# **bonita Update**



## mjohnsoniii (Sep 9, 2007)

guys/gals, i dont know what to say. if you've read my recent thread:

http://www.cigarlive.com/forum/showthread.php?t=17571

i felt i was royally screwed by ordering a box of cigars, receiving the *WRONG* cigars *AND* being charged the price of the *WRONG* cigars. well, suffice to say, the cigars they sent were not O Bolds but as you can see from the pics, they *DID*, in fact, have red cloth bands *AND* were my favorite shape (torpedo). they were more expensive but Lisa (at Bonita Smoke Shop) initially told me to try a couple and if i liked them, to keep them and she'd charge me the initial price of the cigars that i wanted. as of right now, everything seems ok. i am going to keep them, but i havent been able to contact Lisa since i received the cigars (truth be told, i havent been trying _that_ hard). i'm gonna try back again on Monday.

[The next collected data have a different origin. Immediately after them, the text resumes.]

def parked_spans(events: Sequence[Event], machine_index: dict[str, int]) -> Spans:
    """The spans each machine stood still: from a "parked" event's day to the next "back in service"
    (NEVER while it has none); a second "parked" before a return, or a return without one, changes nothing."""
    marks = sorted(((e.machine, e.happened_on.toordinal(), e.id or 0, e.kind) for e in events
                    if e.kind in (EventKind.PARKED, EventKind.BACK_IN_SERVICE) and e.machine is not None),
                   key=lambda t: t[:3])  # fmt: skip
    out: Spans = {}
    since: dict[str, int] = {}
    for machine, day, _, kind in marks:
        if kind is EventKind.PARKED:
            since.setdefault(machine, day)
        elif machine in since:
            start = since.pop(machine)
            if day > start:
                out.setdefault(machine_index.setdefault(machine, len(machine_index)), []).append((start, day))
    for machine, start in since.items():
        out.setdefault(machine_index.setdefault(machine, len(machine_index)), []).append((start, NEVER))
    return out


def running_day(machine: np.ndarray, day: np.ndarray, spans: Spans | None) -> np.ndarray:
    """Each day less the parked days of its machine before it (a parked day counts as the span's
    start): the axis the rates are taken on. Days of machines never parked come back unchanged."""
    out = np.asarray(day, dtype=float).copy()
    if not spans:
        return out
    for code, mine in spans.items():
        rows = np.flatnonzero(machine == code)
        if not len(rows):
            continue
        d = np.asarray(day, dtype=float)[rows]
        lost = np.zeros(len(rows))
        for start, end in mine:
            lost += np.clip(d - start, 0.0, end - start)
        out[rows] = d - lost
    return out


def running_days_between(machine: int, first: int, last: int, spans: Spans | None) -> int:
    """Running days of ``machine`` from day ``first`` to day ``last`` (0 when ``last`` is not after it)."""
    if last <= first:
        return 0
    both = running_day(np.array([machine, machine]), np.array([first, last]), spans)
    return int(round(both[1] - both[0]))


def parked_since(machine: int, today: int, spans: Spans | None) -> int | None:
    """The day ``machine`` was parked when it still stands on ``today`` (None when it runs)."""
    for start, end in (spans or {}).get(machine, ()):
        if start <= today < end:
            return start
    return None


# Stand-stills the hour meter shows (our rule; thresholds common practice, no published source):
STILL_MIN_DAYS = 60  # running days a run of slow intervals must span
STILL_SHARE = 0.6  # an interval is slow under this share of the machine's usual rate, ...
USUAL_QUANTILE = 0.75  # ... the rate its intervals reach on this share of their days
STILL_LEAST_DAYS = 30  # days not run a run must hold
RECUR_DAYS = 200  # stand-stills this far apart (their middles) are in different years: a pattern
MIN_YEAR_DAYS = 330  # the shortest span the whole-year rate of a pattern is taken over

#: Stand-stills the meter shows, per machine code: [(first point's day, next point's day, days not run)].
Standstills = dict[int, list[tuple[int, int, int]]]


def meter_standstills(machine: np.ndarray, day: np.ndarray, hours: np.ndarray, today: date,
                      recorded: Spans | None = None) -> Standstills:  # fmt: skip
    """Stand-stills the hour meter shows where no "parked" event says so. Intervals between a machine's
    consecutive points (in running days; same-day points skipped) are slow under ``STILL_SHARE`` of its
    usual rate (the day-weighted ``USUAL_QUANTILE`` of its intervals' rates). A run of consecutive slow
    intervals spanning ``STILL_MIN_DAYS`` or more holds ``days - hours / r`` days not run, ``r`` the
    machine's rate over its intervals outside such runs; it counts from ``STILL_LEAST_DAYS`` of them.
    Runs that touch a recorded parked span are left to it; a machine without other intervals has no
    rate to tell one by."""
    t = today.toordinal()
    keep = (day <= t) & np.isfinite(hours)
    m, d, h = machine[keep], day[keep].astype(np.int64), hours[keep]
    order = np.lexsort((h, d, m))
    m, d, h = m[order], d[order], h[order]
    out: Standstills = {}
    if len(m) < 3:
        return out
    run = running_day(m, d, recorded)
    ok = (m[1:] == m[:-1]) & (np.diff(run) >= 1)
    mi, first, last = m[1:][ok], d[:-1][ok], d[1:][ok]
    dd, dh = np.diff(run)[ok], np.maximum(np.diff(h), 0.0)[ok]
    chained = np.r_[False, mi[1:] == mi[:-1]]  # the interval before is the same machine's (same-day points skipped)
    key = np.unique(mi, return_inverse=True)[1]
    n = int(key.max(initial=-1)) + 1
    with np.errstate(invalid="ignore", divide="ignore"):
        slow = dh / dd < STILL_SHARE * _day_weighted_quantile(dh / dd, dd, key, n, USUAL_QUANTILE)[key]
    # runs of slow intervals: a new run where a slow interval does not follow a slow one of the same chain
    begins = slow & ~(np.r_[False, slow[:-1]] & chained)
    label = np.cumsum(begins) - 1
    runs = np.flatnonzero(begins)
    if not runs.size:
        return out
    run_days = np.bincount(label[slow], weights=dd[slow], minlength=len(runs))
    run_hours = np.bincount(label[slow], weights=dh[slow], minlength=len(runs))
    long_run = run_days >= STILL_MIN_DAYS
    inside = slow & long_run[np.maximum(label, 0)]
    with np.errstate(invalid="ignore", divide="ignore"):
        rate = (np.bincount(key, weights=np.where(inside, 0.0, dh), minlength=n)
                / np.bincount(key, weights=np.where(inside, 0.0, dd), minlength=n))  # fmt: skip
        lost = np.where(long_run & (rate[key[runs]] > 0), run_days - run_hours / rate[key[runs]], 0.0)
    tail = np.zeros(len(runs), dtype=np.int64)  # each run's last interval
    np.maximum.at(tail, label[slow], np.flatnonzero(slow))
    for r in np.flatnonzero(lost >= STILL_LEAST_DAYS).tolist():
        code, a, b = int(mi[runs[r]]), int(first[runs[r]]), int(last[tail[r]])
        if any(start < b and a < end for start, end in (recorded or {}).get(code, ())):
            continue
        out.setdefault(code, []).append((a, b, int(round(lost[r]))))
    return out


def _day_weighted_quantile(rate: np.ndarray, days: np.ndarray, key: np.ndarray, n: int, q: float) -> np.ndarray:
    """(n,) per key 0..n-1: the lowest of its intervals' rates at which their days reach ``q`` of its total."""
    order = np.lexsort((rate, key))
    k, r = key[order], rate[order]
    cum = np.cumsum(days[order])  # increasing across keys: every interval holds a day or more
    before = np.r_[0.0, cum][np.searchsorted(k, np.arange(n))]
    at = np.searchsorted(cum, before + q * np.bincount(key, weights=days, minlength=n), side="left")
    return r[np.minimum(at, len(r) - 1)]


def recurring(found: Standstills) -> set[int]:
    """Machines whose meter shows stand-stills in two different years (their intervals' middles at least
    ``RECUR_DAYS`` apart): a pattern, not a spell (a season the month rates could not resolve, say)."""
    out = set()
    for code, mine in found.items():
        middles = sorted((a + b) / 2 for a, b, _ in mine)
        if len(middles) >= 2 and middles[-1] - middles[0] >= RECUR_DAYS:
            out.add(code)
    return out


def whole_year_rate(day: np.ndarray, hours: np.ndarray) -> float | None:
    """Hours a day from the newest point back to the earlier point whose distance is nearest a whole number
    of years (at least one; the longer span on a tie): over whole years a yearly pattern averages out."""
    order = np.lexsort((hours, day))
    d, h = day[order].astype(float), hours[order]
    span = d[-1] - d[:-1] if len(d) > 1 else np.zeros(0)
    fit = span >= MIN_YEAR_DAYS
    if not fit.any():
        return None
    years = span / 365.25
    off = np.where(fit, np.abs(years - np.round(years)), np.inf)
    i = int(np.argmax(off <= off.min() + 1e-12))  # the points are in day order: the first is the longest span
    return float(np.clip((h[-1] - h[i]) / span[i], 0.0, MAX_HOURS_PER_DAY))


def pattern_months(still: list[tuple[int, int, int]], per_day: float) -> tuple[float, ...] | None:
    """Month-of-year rates (h a day, January first) of a machine whose meter shows a pattern of stand-stills
    (``recurring``): each spell's days not run spread evenly over the days of its run (the meter cannot say
    where in the run they lay), the spells' shares of a day of the year not run averaged over the spells,
    every other day run at one rate, and the months scaled so that their year average is ``per_day`` (the
    whole-year rate). None when no day of the year is left running."""
    idle = np.zeros(365)
    for a, b, lost in still:
        doy = day_of_year(np.arange(a, b))
        share = np.minimum(np.bincount(doy, minlength=365) * (lost / max(b - a, 1)), 1.0)
        idle += share
    running = 1.0 - idle / max(len(still), 1)
    if not running.sum() > 0:
        return None
    month = year_months(date(2025, 1, 1).toordinal(), date(2025, 12, 31).toordinal()) % 12  # a year without 29 Feb
    months = np.bincount(month, weights=running, minlength=12) / np.bincount(month, minlength=12)
    return tuple(float(v) for v in months * (per_day / year_average(months)))


def day_of_year(days: np.ndarray) -> np.ndarray:
    """0-364 of each ordinal day: its day of the year, 29 February counted as 28 February."""
    day = (np.asarray(days, dtype=np.int64) - _EPOCH).astype("datetime64[D]")
    month_start = day.astype("datetime64[M]")
    month = month_start.astype(np.int64) % 12
    in_month = (day - month_start.astype("datetime64[D]")).astype(np.int64)
    return _MONTH_STARTS[month] + np.where(month == 1, np.minimum(in_month, 27), in_month)


_EPOCH = date(1970, 1, 1).toordinal()  # datetime64 counts days from here
_MONTH_STARTS = np.cumsum([0, 31, 28, 31, 30, 31, 30, 31, 31, 30, 31, 30])  # days of a year without 29 Feb before each month


def with_standstills(recorded: Spans | None, found: Standstills) -> Spans:
    """The recorded parked spans and the meter's stand-stills of machines without a pattern of them
    (``recurring``) together, each stand-still as a span of its days not run in the middle of its run
    (where they lay inside it matters only to points within a run of several intervals, whose meter
    barely moved: the rates are taken over pairs of points)."""
    out: Spans = {code: list(mine) for code, mine in (recorded or {}).items()}
    pattern = recurring(found)
    for code, mine in found.items():
        if code in pattern:
            continue
        spans = out.setdefault(code, [])
        spans += [(a + (b - a - lost) // 2, a + (b - a - lost) // 2 + lost) for a, b, lost in mine]
        spans.sort()
    return out


def machine_points(fits: FitmentTable, meters: MeterTable, events: Sequence[Event], machine_index: dict[str, int],
                   read_fit: np.ndarray, read_day: np.ndarray, read_meter: np.ndarray,
                   read_cont: np.ndarray) -> tuple[np.ndarray, np.ndarray, np.ndarray]:  # fmt: skip
    """(machine code, day, continuous hours) of every point, as three arrays.

    ``read_fit`` is the fitment of each reading (-1 for none) and ``read_cont`` its continuous
    machine hours (on the fitment's machine); readings outside any fitment are no points.
    """
    mach, day, meter = [], [], []
    removed = (fits.removed != NEVER) & np.isfinite(fits.meter_at_removal)
    mach += [fits.machine, fits.machine[removed]]
    day += [fits.fitted, fits.removed[removed]]
    meter += [fits.meter_at_fit, fits.meter_at_removal[removed]]
    ev_m, ev_d, ev_h = [], [], []
    for e in events:
        if e.machine is not None and e.hours is not None:
            ev_m.append(e.machine)
            ev_d.append(e.happened_on)
            ev_h.append(e.hours)
        if e.kind is EventKind.METER_REPLACED and e.machine is not None and e.to_hours is not None:
            ev_m.append(e.machine)
            ev_d.append(e.happened_on)
            ev_h.append(e.to_hours)
        elif e.kind is EventKind.MOVE and e.to_machine is not None and e.to_hours is not None:
            ev_m.append(e.to_machine)
            ev_d.append(e.happened_on)
            ev_h.append(e.to_hours)
    mach.append(codes(ev_m, machine_index))
    day.append(ordinals(ev_d))
    meter.append(floats(ev_h))
    m, d, h = np.concatenate(mach), np.concatenate(day), np.concatenate(meter)
    c = meters.continuous(m, d, h)
    held = read_fit >= 0
    return (np.concatenate([m, fits.machine[read_fit[held]]]), np.concatenate([d, read_day[held]]),
            np.concatenate([c, read_cont[held]]))  # fmt: skip


def _median_slopes(days: np.ndarray, hours: np.ndarray) -> np.ndarray:
    """Theil-Sen slope of each row of (M, n) points: median of (h_i - h_j) / (d_i - d_j) over d_i > d_j."""
    dx = days[:, :, None] - days[:, None, :]
    dy = hours[:, :, None] - hours[:, None, :]
    valid = dx > 0
    with np.errstate(invalid="ignore", divide="ignore"):
        slopes = np.where(valid, dy / dx, np.inf).reshape(len(days), -1)
    slopes.sort(axis=1)
    count = valid.reshape(len(days), -1).sum(axis=1)
    rows = np.arange(len(days))
    hi = slopes[rows, count // 2]
    lo = slopes[rows, np.maximum(count - 1, 0) // 2]
    return np.where(count % 2 == 1, hi, (lo + hi) / 2)
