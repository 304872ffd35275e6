"""What `record` prints after saving a reading: its own figures, never another reading's."""

from __future__ import annotations

from logbook.cli import main

TODAY = "2026-12-01"


def test_a_reading_left_out_of_the_trend_is_not_shown_with_the_previous_normalized_value(tmp_path, capsys):
    # A case drain at -30 C is kept (with --confirm) but not normalized: the oil's viscosity there is
    # far outside the range normalization is trusted over. `record` printed the trend's newest value
    # as "normalized", which was the previous reading's. It must say the reading is not used, and why.
    db = tmp_path / "d.db"
    assert main(["demo", "--no-ui", "--db", str(db), "--today", TODAY]) == 0
    capsys.readouterr()
    args = ["--db", str(db), "--today", TODAY, "record", "B-25530", "--date", "2026-11-30", "--hours", "20400",
            "--case-drain", "2.1", "--servo-pressure", "19.5", "--neutral-drift", "-2.0", "--oil-temp"]
    assert main(args + ["-30", "--test-pressure", "380", "--test-speed", "1800", "--confirm"]) == 0
    drain = _line(capsys.readouterr().out, "case drain:")
    assert "not used in the trend" in drain and "normalization is trusted" in drain
    assert "; normalized" not in drain
    # a reading at the test temperature is normalized: its line gives the value, not "not used"
    assert main(args + ["50", "--test-pressure", "380", "--test-speed", "1800", "--date", "2026-12-01",
                        "--hours", "20420", "--confirm"]) == 0
    drain = _line(capsys.readouterr().out, "case drain:")
    assert "; normalized" in drain and "not used" not in drain


def _line(out: str, start: str) -> str:
    """One kind's line of the output, the console's wrapping undone."""
    text = " ".join(out.split())
    return text.split(start, 1)[1].split(" servo pressure:", 1)[0]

thanks for all the advice that you guys have given. not just on this issue, but everything as a whole! you're real B/SOTLs.

**SHAMELESS PLUG**
i would recommend *BONITA SMOKE SHOP* as a place for anyone to do business with. everyone has they're "issues" with business every now and again. i guess it was just my turn
:mumbles:


----------



## Deuce Da Masta (Dec 4, 2006)

Damn those look good! Enjoy em brother!!


----------



## mitro-cl (Jul 5, 2007)

Have you smoked one of those yet? I'd be interested to see how they stack up to the Bolds and the Maduros.


----------



## mjohnsoniii (Sep 9, 2007)

mitro said:


> Have you smoked one of those yet? I'd be interested to see how they stack up to the Bolds and the Maduros.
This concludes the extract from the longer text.